(Dataset entries)
● ● ● ● ● ● ●
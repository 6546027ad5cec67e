'use client';

import { useState } from 'react';
import { Button } from '@/components/ui/button';
import { Dialog } from '@/components/ui/dialog';
import { Textarea } from '@/components/ui/textarea';

type ReasonDialogProps = {
  open: boolean;
  onOpenChange: (open: boolean) => void;
  title: string;
  /** What happens, and what stays. */
  description: string;
  label: string;
  hint?: string;
  confirmLabel: string;
  optional?: boolean;
  busy: boolean;
  error: string | null;
  onConfirm: (reason: string) => void;
};

/** Asks for words to go with a step; required unless `optional`. */
export function ReasonDialog(props: ReasonDialogProps) {
  const [reason, setReason] = useState('');
  const [tried, setTried] = useState(false);
  const missing = !props.optional && reason.trim().length < 3;
  function confirm() {
    setTried(true);
    if (!missing) props.onConfirm(reason.trim());
  }
  return (
    <Dialog
      open={props.open}
      onOpenChange={props.onOpenChange}
      title={props.title}
      description={props.description}
      actions={
        <>
          <Button onClick={() => props.onOpenChange(false)}>Leave as it is</Button>
          <Button variant="primary" busy={props.busy} onClick={confirm}>
            {props.confirmLabel}
          </Button>
        </>
      }
    >
      <Textarea
        label={props.label}
        hint={props.hint}
        optional={props.optional}
        value={reason}
        onChange={(event) => setReason(event.target.value)}
        error={tried && missing ? 'Say why, in a few words.' : props.error}
        maxLength={1000}
      />
    </Dialog>
  );
}
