import Link from 'next/link';
import { SmallChromatogram } from '@/components/charts/small-chromatogram';
import { DataTable } from '@/components/ui/data-table';
import type { FractionSheet } from '@/lib/acceptance/fraction-sheet-schema';
import type { SmallTrace } from '@/components/charts/small-chromatogram-layout';
import { SheetPeakSticks } from './sheet-peak-sticks';

type Trace = FractionSheet['traces'][number];

const columns = [
  { key: 'number', header: 'Peak', rowHeader: true, cell: (peak: Peak) => peak.number },
  { key: 'time', header: 'Time, min', numeric: true, cell: (peak: Peak) => peak.retentionTimeMin.toFixed(2) },
  { key: 'area', header: 'Area %', numeric: true, cell: (peak: Peak) => peak.areaPercent.toFixed(2) },
  {
    key: 'noise',
    header: 'S/N',
    numeric: true,
    cell: (peak: Peak) => (peak.signalToNoise === null ? 'not known' : peak.signalToNoise.toFixed(0)),
  },
  { key: 'compound', header: 'Assigned to', cell: (peak: Peak) => peak.compound ?? 'not assigned' },
];
type SheetTracesProps = {
  traces: Trace[];
  /** By the trace's id. */
  pictures: Readonly<Record<string, SmallTrace>>;
  linked?: boolean;
};
type Peak = NonNullable<Trace['integration']>['peaks'][number];

/**
 * Gas chromatograms of the fraction with the largest peaks of the integration in force. A trace without a picture (its
 * file cannot be read at the moment) is shown by its kept peaks, as sticks.
 */
export function SheetTraces({ traces, pictures, linked = true }: SheetTracesProps) {
  if (traces.length === 0) return <p className="text-ink-soft">No gas chromatogram of this fraction yet.</p>;
  return (
    <ul className="grid grid-cols-1 gap-4">
      {traces.map((trace) => {
        const title = `GC, ${trace.detector}`;
        const { integration } = trace;
        const picture = pictures[trace.id];
        const shown = [...(integration?.peaks ?? [])]
          .sort((a, b) => b.areaPercent - a.areaPercent)
          .slice(0, 6)
          .sort((a, b) => a.number - b.number);
        return (
          <li key={trace.id} className="min-w-0 rounded border border-line bg-paper-raised p-3">
            <h3 className="font-bold">
              {linked ? (
                <Link href={`/traces/${trace.id}`} className="link inline-flex min-h-target items-center">
                  {title}
                </Link>
              ) : (
                title
              )}
            </h3>
            {picture ? (
              <SmallChromatogram trace={picture} peaks={integration?.peaks ?? []} />
            ) : (
              <>
                <p className="text-sm text-ink-soft">
                  The file cannot be drawn at the moment; these are the kept peaks.
                </p>
                <SheetPeakSticks trace={trace} />
              </>
            )}
            {integration ? (
              <>
                <p className="mb-2 text-sm text-ink-soft">
                  Integration {integration.number} of {trace.integrations}, by {integration.author}
                  {integration.reason ? `: ${integration.reason}` : ''}
                </p>
                <DataTable
                  caption={`Largest peaks of ${integration.peaks.length}`}
                  columns={columns}
                  rows={shown}
                  rowKey={(peak) => String(peak.number)}
                />
              </>
            ) : (
              <p className="text-ink-soft">Not integrated yet.</p>
            )}
          </li>
        );
      })}
    </ul>
  );
}
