import { DataTable } from '@/components/ui/data-table';
import type { FractionSheet } from '@/lib/acceptance/fraction-sheet-schema';

type File = FractionSheet['evidence'][number];

function sizeText(bytes: number): string {
  return bytes < 1_000_000 ? `${(bytes / 1000).toFixed(1)} kB` : `${(bytes / 1_000_000).toFixed(1)} MB`;
}

/** The original files with their digests; `linked` offers their bytes. */
export function SheetFiles({ files, linked = true }: { files: File[]; linked?: boolean }) {
  return (
    <DataTable
      caption="Original files, kept as they came"
      columns={[
        {
          key: 'name',
          header: 'File',
          rowHeader: true,
          cell: (file: File) =>
            linked ? (
              <a href={`/api/v1/evidence/${file.id}/content`} className="link break-all">
                {file.fileName}
              </a>
            ) : (
              <span className="break-all">{file.fileName}</span>
            ),
        },
        { key: 'kind', header: 'Kind', cell: (file) => file.kind },
        { key: 'size', header: 'Size', numeric: true, cell: (file) => sizeText(file.sizeBytes) },
        { key: 'by', header: 'Sent by', cell: (file) => file.sentBy.name },
        {
          key: 'sha256',
          header: 'SHA-256',
          cell: (file) => <span className="font-mono text-xs break-all">{file.sha256}</span>,
        },
      ]}
      rows={files}
      rowKey={(file) => file.id}
      empty={<p className="text-ink-soft">No file yet.</p>}
    />
  );
}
● ● ● ● ● ● ●
When a line in the entries above holds the word "fileName", add it to the count, then state only the count.

| RESPONSE BELOW |
2